SERVICER TO COOPERATE

Section 7.01 Provision of Information.

During the term of this Agreement, the Servicer shall furnish to the Owner such periodic, special, or other reports or information, and copies or originals of any documents contained in the Servicing File for each Mortgage Loan provided for herein. All other special reports or information not provided for herein as shall be necessary, reasonable, or appropriate with respect to the Owner or any regulatory agency will be provided at the Owner’s expense. All such reports, documents or information shall be provided by and in accordance with all reasonable instructions and directions which the Owner may give.

The Servicer shall execute and deliver all such instruments and take all such action as the Owner may reasonably request from time to time, in order to effectuate the purposes and to carry out the terms of this Agreement.

Section 7.02 Financial Statements; Servicing Facility.

In connection with marketing the Mortgage Loans, the Owner may make available to a prospective purchaser a Consolidated Statement of Operations of the Servicer for the most recently completed two (2) fiscal years for which such a statement is available, as well as a Consolidated Statement of Condition at the end of the last two (2) fiscal years covered by such Consolidated Statement of Operations. The Servicer, upon request, also shall make available any comparable interim statements to the extent any such statements have been prepared by or on behalf of the Servicer (and are available upon request to members or stockholders of the Servicer or to the public at large).

The Servicer also shall make available to Owner or prospective purchasers a knowledgeable financial or accounting officer for the purpose of answering questions respecting recent developments affecting the Servicer or the financial statements of the Servicer, and to permit any prospective purchaser to inspect the Servicer's servicing facilities for the purpose of satisfying such prospective purchaser that the Servicer has the ability to service the Mortgage Loans as provided in this Agreement.
 
 
 
ARTICLE VIII
 
THE SERVICER

Section 8.01 Indemnification; Third Party Claims.

The Servicer shall indemnify the Owner and hold it harmless against any and all claims, losses, damages, penalties, fines, forfeitures, reasonable and necessary legal fees and related costs, judgments, and any other costs, fees and expenses that the Owner may sustain in any way related to the failure of the Servicer to perform its duties and service the Mortgage Loans in strict compliance with the terms of this Agreement. The Servicer immediately shall notify the Owner if a claim is made by a third party with respect to this Agreement or the Mortgage Loans, assume (with the prior written consent of the Owner) the defense of any such claim and pay all expenses in connection therewith, including counsel fees, and promptly pay, discharge and satisfy any judgment or decree which may be entered against it or the Owner in respect of such claim. The Servicer shall follow any written instructions received from the Owner in connection with such claim. The Owner promptly shall reimburse the Servicer for all amounts advanced by it pursuant to the preceding sentence except when the claim is in any way related to the Servicer's repurchase obligation pursuant to Section 3.02, indemnification obligation pursuant to this Section 8.01, or the failure of the Servicer to service and administer the Mortgage Loans in strict compliance with the terms of this Agreement.

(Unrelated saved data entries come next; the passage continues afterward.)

#[cfg(test)]
mod tests {
    use super::*;
    use approx::assert_relative_eq;

    fn geo(lat_deg: f64, lon_deg: f64, alt_m: f64) -> Geodetic {
        Geodetic {
            latitude_rad: lat_deg.to_radians(),
            longitude_rad: lon_deg.to_radians(),
            altitude_m: alt_m,
        }
    }

    #[test]
    fn derived_constants() {
        // Source: NIMA TR8350.2 Table 3.1 (from memory): e² = 6.69437999014e-3, b = 6356752.3142 m
        assert_relative_eq!(WGS84_E2, 6.694_379_990_14e-3, epsilon = 1e-14);
        assert_relative_eq!(WGS84_B_M, 6_356_752.314_2, epsilon = 1e-4);
        // Source: CGPM 1901 definition of standard gravity (exact)
        assert_relative_eq!(G0_MPS2, 9.80665, epsilon = 0.0);
    }

    #[test]
    fn equatorial_rotation_speed() {
        // Source: domain brief §3(d) [der]: ω_E a = 465.101 m/s
        let v = surface_rotation_speed_mps(&geo(0.0, 0.0, 0.0));
        assert_relative_eq!(v, 465.101, epsilon = 0.0005);
        assert_relative_eq!(WGS84_OMEGA_RAD_S * WGS84_A_M, 465.101, epsilon = 0.0005);
    }

    #[test]
    fn due_east_rotation_gain_wgs84() {
        // Source: domain brief §3(d) [der]: ω_E N cosφ = 409.05 / 403.13 / 329.43 m/s
        for (lat_deg, want) in [(28.5, 409.05), (30.0, 403.13), (45.0, 329.43)] {
            let v = surface_rotation_speed_mps(&geo(lat_deg, -80.0, 0.0));
            assert_relative_eq!(v, want, epsilon = 0.005);
            // Southern hemisphere: same speed.
            let v_s = surface_rotation_speed_mps(&geo(-lat_deg, 10.0, 0.0));
            assert_relative_eq!(v_s, want, epsilon = 0.005);
        }
    }

    #[test]
    fn rotation_speed_is_distance_from_axis_times_omega() {
        // Source: closed form |ω × r| = ω √(x² + y²) for a point fixed on the Earth
        let g = geo(37.0, 120.0, 1500.0);
        let r = geodetic_to_ecef(&g);
        let want = WGS84_OMEGA_RAD_S * r.x.hypot(r.y);
        assert_relative_eq!(surface_rotation_speed_mps(&g), want, max_relative = 1e-14);
    }

    #[test]
    fn ecef_of_reference_points() {
        // Source: closed form (domain brief §1): equator r = (a+h, 0, 0); pole z = b + h
        let r = geodetic_to_ecef(&geo(0.0, 0.0, 1000.0));
        assert_relative_eq!(
            r,
            Vector3::new(WGS84_A_M + 1000.0, 0.0, 0.0),
            epsilon = 1e-9
        );
        let r = geodetic_to_ecef(&geo(90.0, 0.0, 1000.0));
        assert_relative_eq!(r.z, WGS84_B_M + 1000.0, epsilon = 1e-6);
        assert_relative_eq!(r.x.hypot(r.y), 0.0, epsilon = 1e-9);
        let r = geodetic_to_ecef(&geo(0.0, 90.0, 0.0));
        assert_relative_eq!(r, Vector3::new(0.0, WGS84_A_M, 0.0), epsilon = 1e-9);
    }

    #[test]
    fn geodetic_of_reference_points() {
        // Source: closed form: on the axis φ = ±90°, h = |z| − b; on the equator φ = 0, h = p − a
        let g = ecef_to_geodetic(&Vector3::new(0.0, 0.0, WGS84_B_M + 500.0));
        assert_relative_eq!(g.latitude_rad, std::f64::consts::FRAC_PI_2, epsilon = 1e-15);
        assert_relative_eq!(g.altitude_m, 500.0, epsilon = 1e-6);
        let g = ecef_to_geodetic(&Vector3::new(0.0, 0.0, -WGS84_B_M - 500.0));
        assert_relative_eq!(
            g.latitude_rad,
            -std::f64::consts::FRAC_PI_2,
            epsilon = 1e-15
        );
        assert_relative_eq!(g.altitude_m, 500.0, epsilon = 1e-6);
        let g = ecef_to_geodetic(&Vector3::new(0.0, -7.0e6, 0.0));
        assert_relative_eq!(g.latitude_rad, 0.0, epsilon = 1e-15);
        assert_relative_eq!(
            g.longitude_rad,
            -std::f64::consts::FRAC_PI_2,
            epsilon = 1e-15
        );
        assert_relative_eq!(g.altitude_m, 7.0e6 - WGS84_A_M, epsilon = 1e-6);
    }

    #[test]
    fn geodetic_ecef_round_trip() {
        // Source: inverse of the closed-form forward map (domain brief §1); task
        // tolerance 1e-6 m, 1e-12 rad over −10 km .. 10 000 km
        let lats = [
            -90.0,
            -89.999_999,
            -89.0,
            -60.0,
            -45.0,
            -28.5,
            -1e-9,
            0.0,
            1e-9,
            0.3,
            10.0,
            28.5,
            45.0,
            63.4,
            80.0,
            89.0,
            89.999_999,
            90.0,
        ];
        let alts = [
            -10_000.0,
            -5_000.0,
            0.0,
            1.0,
            1000.0,
            50_000.0,
            185_000.0,
            400_000.0,
            2_000_000.0,
            10_000_000.0,
        ];
        for &lat in &lats {
            for &alt in &alts {
                for lon in [-179.0, -45.0, 0.0, 80.6, 180.0] {
                    let g = geo(lat, lon, alt);
                    let back = ecef_to_geodetic(&geodetic_to_ecef(&g));
                    assert_relative_eq!(back.latitude_rad, g.latitude_rad, epsilon = 1e-12);
                    assert_relative_eq!(back.altitude_m, g.altitude_m, epsilon = 1e-6);
                    if lat.abs() < 90.0 {
                        let dlon = (back.longitude_rad - g.longitude_rad).sin();
                        assert_relative_eq!(dlon, 0.0, epsilon = 1e-12);
                    }
                }
            }
        }
    }

    /// Bowring's iteration run to convergence (ten steps), as (φ rad, h m): the reference for
    /// the single step of `meridian_point`.
    fn converged_geodetic(p: f64, z: f64) -> (f64, f64) {
        let (mut cb, mut sb) = unit2(p, (1.0 - WGS84_F) * z);
        let (mut num, mut den) = (z, p);
        for _ in 0..10 {
            num = z + WGS84_EP2 * WGS84_B_M * sb * sb * sb;
            den = p - WGS84_E2 * WGS84_A_M * cb * cb * cb;
            (cb, sb) = unit2(den, (1.0 - WGS84_F) * num);
        }
        let (c, s) = unit2(den, num);
        (
            num.atan2(den),
            p * c + z * s - WGS84_A_M * (1.0 - WGS84_E2 * s * s).sqrt(),
        )
    }

    #[test]
    fn one_bowring_step_is_converged() {
        // Source: Bowring 1976/1985 iteration (from memory) run to convergence; bound stated in
        // the `meridian_point` documentation (3e-13 rad, 1e-6 m) from −10 km to 10 000 km.
        for lat_deg in (0..=90).map(f64::from) {
            for alt in [-10_000.0, 0.0, 11_000.0, 86_000.0, 200_000.0, 2e6, 1e7] {
                let r = geodetic_to_ecef(&geo(lat_deg, 0.0, alt));
                let (p, z) = (r.x.hypot(r.y), r.z);
                let m = meridian_point(p, z);
                let (lat_ref, h_ref) = converged_geodetic(p, z);
                assert_relative_eq!(m.sin_lat.atan2(m.cos_lat), lat_ref, epsilon = 3e-13);
                assert_relative_eq!(m.altitude_m, h_ref, epsilon = 1e-6);
                assert_relative_eq!(m.sin_lat.hypot(m.cos_lat), 1.0, epsilon = 1e-15);
            }
        }
    }

    #[test]
    fn geocentric_tilt_of_pad_vertical() {
        // Source: domain brief §1 [der]: φ − φ' = 0.1611° at 28.5°, max 0.1924° at 45°;
        // closed form tanφ' = (1 − e²) tanφ on the ellipsoid
        for (lat_deg, want_deg) in [(28.5, 0.1611), (45.0, 0.1924)] {
            let r = geodetic_to_ecef(&geo(lat_deg, 0.0, 0.0));
            let geocentric = r.z.atan2(r.x.hypot(r.y));
            let tilt_deg = lat_deg - geocentric.to_degrees();
            assert_relative_eq!(tilt_deg, want_deg, epsilon = 5e-5);
            let closed = ((1.0 - WGS84_E2) * lat_deg.to_radians().tan()).atan();
            assert_relative_eq!(geocentric, closed, epsilon = 1e-14);
            // Up vector vs radial direction differ by the same angle.
            let (up, _, _) = local_frame(lat_deg.to_radians(), 0.0);
            let angle = up.angle(&r).to_degrees();
            assert_relative_eq!(angle, want_deg, epsilon = 5e-5);
        }
    }

    #[test]
    fn centre_and_huge_inputs_are_finite() {
        // Source: documented conventions of ecef_to_geodetic (not a physical check)
        let g = ecef_to_geodetic(&Vector3::zeros());
        assert_relative_eq!(g.latitude_rad, 0.0);
        assert_relative_eq!(g.altitude_m, -WGS84_A_M);
        let g = ecef_to_geodetic(&Vector3::new(1e200, 0.0, 1e200));
        assert_relative_eq!(g.latitude_rad, std::f64::consts::FRAC_PI_4, epsilon = 1e-15);
        assert_relative_eq!(g.altitude_m, 1e200 * 2f64.sqrt(), max_relative = 1e-15);
        let g = ecef_to_geodetic(&Vector3::new(1.0, 0.0, 0.5));
        assert!(g.latitude_rad.is_finite() && g.altitude_m.is_finite());
    }

    #[test]
    fn local_frame_is_orthonormal_right_handed() {
        // Source: domain brief §1: N = U × E
        for (lat, lon) in [(0.0, 0.0), (28.5, -80.6), (-45.0, 135.0), (90.0, 10.0)] {
            let (u, e, n) = local_frame(f64::to_radians(lat), f64::to_radians(lon));
            assert_relative_eq!(u.norm(), 1.0, epsilon = 1e-15);
            assert_relative_eq!(e.norm(), 1.0, epsilon = 1e-15);
            assert_relative_eq!(n.norm(), 1.0, epsilon = 1e-15);
            assert_relative_eq!(u.dot(&e), 0.0, epsilon = 1e-15);
            assert_relative_eq!(u.cross(&e), n, epsilon = 1e-15);
        }
    }

    #[test]
    fn local_frame_matches_ellipsoid_derivatives() {
        // Source: closed form: ∂r/∂h = U, ∂r/∂λ ∥ E, ∂r/∂φ ∥ N (central differences)
        let g = geo(28.5, -80.6, 300.0);
        let (u, e, n) = local_frame(g.latitude_rad, g.longitude_rad);
        let d = |dlat: f64, dlon: f64, dh: f64| {
            let plus = Geodetic {
                latitude_rad: g.latitude_rad + dlat,
                longitude_rad: g.longitude_rad + dlon,
                altitude_m: g.altitude_m + dh,
            };
            let minus = Geodetic {
                latitude_rad: g.latitude_rad - dlat,
                longitude_rad: g.longitude_rad - dlon,
                altitude_m: g.altitude_m - dh,
            };
            (geodetic_to_ecef(&plus) - geodetic_to_ecef(&minus)).normalize()
        };
        assert_relative_eq!(d(0.0, 0.0, 1.0), u, epsilon = 1e-9);
        assert_relative_eq!(d(0.0, 1e-7, 0.0), e, epsilon = 1e-8);
        assert_relative_eq!(d(1e-7, 0.0, 0.0), n, epsilon = 1e-8);
    }

    #[test]
    fn point_mass_gravity_magnitude() {
        // Source: Newton, g = μ/r² toward the centre
        let r = Vector3::new(3.0e6, -4.0e6, 5.0e6);
        let g = gravity(&r, false);
        assert_relative_eq!(
            g.norm(),
            WGS84_GM_M3_S2 / r.norm_squared(),
            max_relative = 1e-14
        );
        assert_relative_eq!(g.normalize(), -r.normalize(), epsilon = 1e-14);
        // μ/a² = 9.798285 m/s² (from the WGS-84 constants, closed form)
        let g = gravity(&Vector3::new(WGS84_A_M, 0.0, 0.0), false);
        assert_relative_eq!(g.x, -9.798_285, epsilon = 1e-6);
    }

    #[test]
    fn j2_on_equator_adds_inward_pull() {
        // Source: domain brief §1 formula with z = 0, r = a: g_J2 = −(3/2)J2 μ/a² r̂,
        // i.e. |g| grows by (3/2) J2 μ/a² ≈ 0.015911 m/s²
        let r = Vector3::new(0.0, WGS84_A_M, 0.0);
        let dg = gravity(&r, true) - gravity(&r, false);
        let want = 1.5 * J2 * WGS84_GM_M3_S2 / (WGS84_A_M * WGS84_A_M);
        assert_relative_eq!(dg, Vector3::new(0.0, -want, 0.0), epsilon = 1e-15);
        assert_relative_eq!(want, 0.015_911, epsilon = 1e-6);
        let total = gravity(&r, true).norm() - gravity(&r, false).norm();
        assert_relative_eq!(total, want, epsilon = 1e-13);
    }

    #[test]
    fn j2_over_pole_is_outward_along_z() {
        // Source: domain brief §1 formula with x = y = 0, z = r: g_J2 = +3 J2 μ a²/r⁴ ẑ
        let r = Vector3::new(0.0, 0.0, WGS84_B_M);
        let dg = gravity(&r, true) - gravity(&r, false);
        let want = 3.0 * J2 * WGS84_GM_M3_S2 * WGS84_A_M.powi(2) / WGS84_B_M.powi(4);
        assert_relative_eq!(dg.x, 0.0, epsilon = 0.0);
        assert_relative_eq!(dg.y, 0.0, epsilon = 0.0);
        // 1e-12: the difference of two ~9.8 m/s² vectors loses ~3 digits of a 0.03 m/s² term.
        assert_relative_eq!(dg.z, want, max_relative = 1e-12);
        let dg_south = gravity(&-r, true) - gravity(&-r, false);
        assert_relative_eq!(dg_south.z, -want, max_relative = 1e-12);
    }

    /// J2 part of the potential (positive convention, g = ∇U):
    /// U_J2 = −(μ J2 a²/r³) (3z²/r² − 1)/2. Source: Vallado §8.6.1 (from memory).
    fn j2_potential(r: &Vector3<f64>) -> f64 {
        let rn = r.norm();
        let s2 = (r.z / rn).powi(2);
        -WGS84_GM_M3_S2 * J2 * WGS84_A_M.powi(2) / rn.powi(3) * (3.0 * s2 - 1.0) / 2.0
    }

    #[test]
    fn j2_acceleration_is_gradient_of_zonal_potential() {
        // Source: zonal-harmonic potential (Vallado §8.6.1, from memory), central differences
        let h = 10.0;
        for r in [
            Vector3::new(6.0e6, 1.0e6, 2.5e6),
            Vector3::new(-1.0e6, 3.0e6, -6.2e6),
            Vector3::new(7.1e6, -0.2e6, 0.1e6),
        ] {
            let dg = gravity(&r, true) - gravity(&r, false);
            let mut fd = Vector3::zeros();
            for i in 0..3 {
                let mut step = Vector3::zeros();
                step[i] = h;
                fd[i] = (j2_potential(&(r + step)) - j2_potential(&(r - step))) / (2.0 * h);
            }
            assert_relative_eq!(dg, fd, epsilon = 1e-10);
        }
    }

    #[test]
    fn gravity_degenerate_inputs_are_finite() {
        // Source: documented conventions (zero at the centre, vanishing far away)
        assert_relative_eq!(gravity(&Vector3::zeros(), true), Vector3::zeros());
        let g = gravity(&Vector3::new(1e200, 1e200, 1e200), true);
        assert_relative_eq!(g, Vector3::zeros());
    }

    #[test]
    fn eci_ecef_rotation() {
        // Source: R3(−θ) rotates the Greenwich x axis to (cosθ, sinθ, 0) in ECI
        let theta = 0.3_f64;
        let x = ecef_to_eci(&Vector3::x(), theta);
        assert_relative_eq!(
            x,
            Vector3::new(theta.cos(), theta.sin(), 0.0),
            epsilon = 1e-15
        );
        let v = Vector3::new(1.0, -2.0, 3.0);
        let back = eci_to_ecef(&ecef_to_eci(&v, 2.1), 2.1);
        assert_relative_eq!(back, v, epsilon = 1e-14);
        // A quarter turn: ECEF y axis points along ECI −x.
        let y = ecef_to_eci(&Vector3::y(), std::f64::consts::FRAC_PI_2);
        assert_relative_eq!(y, -Vector3::x(), epsilon = 1e-15);
    }
}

Section 8.02 Merger or Consolidation of the Servicer.

The Servicer shall keep in full effect its existence, rights and franchises and shall obtain and preserve its qualification to do business in each jurisdiction in which such qualification is or shall be necessary to protect the validity and enforceability of this Agreement or any of the Mortgage Loans and to perform its duties under this Agreement.

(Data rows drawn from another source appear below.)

/// Atmospheric properties at one altitude.
#[derive(Debug, Clone, Copy, PartialEq)]
pub struct AtmosphereState {
    /// Temperature, K. Up to 86 km this is the standard's molecular-scale
    /// temperature T_M (identical to the kinetic temperature below 80 km,
    /// at most 0.042 % above it between 80 and 86 km); above 86 km it is the
    /// kinetic temperature T. Hence a documented −0.079 K step at 86 km
    /// (and a −0.058 m/s step in `speed_of_sound_mps`).
    pub temperature_k: f64,
    /// Static pressure, Pa.
    pub pressure_pa: f64,
    /// Mass density, kg/m³.
    pub density_kg_m3: f64,
    /// Speed of sound √(γ R* T / M0), m/s. Defined by the standard only up
    /// to 86 km; above, it is computed with the kinetic temperature and the
    /// sea-level molecular weight, which is adequate for Mach-indexed drag
    /// tables (dynamic pressure there is negligible).
    pub speed_of_sound_mps: f64,
}

/// U.S. Standard Atmosphere 1976 at GEOMETRIC altitude `altitude_m`
/// (metres above the ellipsoid/sea level).
///
/// From −5 km to 86 km this is the standard exactly: with H = r0 Z/(r0 + Z)
/// (r0 = 6 356 766 m) in layer b,
///
/// ```text
/// T = T_b + L_b (H − H_b)
/// p = p_b [T_b / T]^(g0 M0 / (R* L_b))          (L_b ≠ 0)
/// p = p_b exp[−g0 M0 (H − H_b) / (R* T_b)]      (L_b = 0)
/// ρ = p M0 / (R* T)
/// a = √(γ R* T / M0)
/// ```
///
/// with g0 = 9.80665 m/s², R* = 8314.32 J/(kmol·K), M0 = 28.9644 kg/kmol,
/// γ = 1.4 and L_b = −6.5, 0, +1.0, +2.8, 0, −2.8, −2.0 K/km′ from
/// H_b = 0, 11, 20, 32, 47, 51, 71 km′. Below 0 km the first layer's
/// formula is continued (the standard tabulates it down to −5 km); lower
/// inputs are clamped to −5 km.
///
/// From 86 to 1000 km the standard solves species diffusion; here its
/// tabulated pressure and density are interpolated linearly in ln p and
/// ln ρ versus Z, and the temperature is its closed-form kinetic
/// temperature: 186.8673 K to 91 km; T = Tc + A √(1 − ((Z − 91 km)/a)²),
/// Tc = 263.1905 K, A = −76.3232 K, a = −19.9429 km, to 110 km;
/// 240 K + 12 K/km (Z − 110 km) to 120 km; above,
/// T = T∞ − (T∞ − 360 K) exp(−λ ξ), T∞ = 1000 K, λ = 0.01875 /km,
/// ξ = (Z − 120 km)(r0 + 120 km)/(r0 + Z).
/// Above 1000 km pressure and density continue with the last tabulated
/// scale height (never zero) and T = T∞; above 100 000 km they are held.
///
/// Input handling: NaN is treated as 0 m, +∞ as the top, −∞ as −5 km; the
/// result is always finite and positive. Density and pressure are
/// continuous at 86 km; the temperature steps by −0.079 K there (molecular-
/// scale to kinetic temperature, see [`AtmosphereState::temperature_k`]).
///
/// # References
/// U.S. Standard Atmosphere, 1976, NOAA-S/T 76-1562, eqs. 18, 23, 33a,
/// 33b, 42, 50, 25–31 (numbers from memory) and Table I.
#[must_use]
pub fn us1976(altitude_m: f64) -> AtmosphereState {
    let z_m = if altitude_m.is_nan() {
        0.0
    } else {
        altitude_m.clamp(Z_MIN_M, Z_MAX_M)
    };
    if z_m < Z_JOIN_M {
        lower_atmosphere(R0_M * z_m / (R0_M + z_m))
    } else {
        upper_atmosphere(z_m)
    }
}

Any person into which the Servicer may be merged or consolidated, or any corporation resulting from any merger, conversion or consolidation to which the Servicer shall be a party, or any Person succeeding to the business of the Servicer, shall be the successor of the Servicer hereunder, without the execution or filing of any paper or any further act on the part of any of the parties hereto, anything herein to the contrary notwithstanding, provided, however, that the successor or surviving Person shall be an institution which is a Fannie Mae/Freddie Mac-approved Servicer in good standing. Furthermore, in the event the Servicer transfers or otherwise disposes of all or substantially all of its assets to an affiliate of the Servicer, such affiliate shall satisfy the condition above, and shall also be fully liable to the Owner for all of the Servicer's obligations and liabilities hereunder.




Section 8.03 Limitation on Liability of Servicer and Others.

Neither the Servicer nor any of the directors, officers, employees or agents of the Servicer shall be under any liability to the Owner for any action taken or for refraining from the taking of any action in good faith pursuant to this Agreement, or for errors in judgment, provided, however, that this provision shall not protect the Servicer or any such person against any breach of warranties or representations made herein, or failure to perform its obligations in strict compliance with any standard of care set forth in this Agreement or any other liability which would otherwise be imposed under this Agreement. The Servicer and any director, officer, employee or agent of the Servicer may rely in good faith on any document of any kind prima facie properly executed and submitted by any Person respecting any matters arising hereunder. The Servicer shall not be under any obligation to appear in, prosecute or defend any legal action which is not incidental to its duties to service the Mortgage Loans in accordance with this Agreement and which in its opinion may involve it in any expense or liability, provided, however, that the Servicer may, with the consent of the Owner, undertake any such action which it may deem necessary or desirable in respect to this Agreement and the rights and duties of the parties hereto. In such event, the Servicer shall be entitled to reimbursement from the Owner of the reasonable legal expenses and costs of such action.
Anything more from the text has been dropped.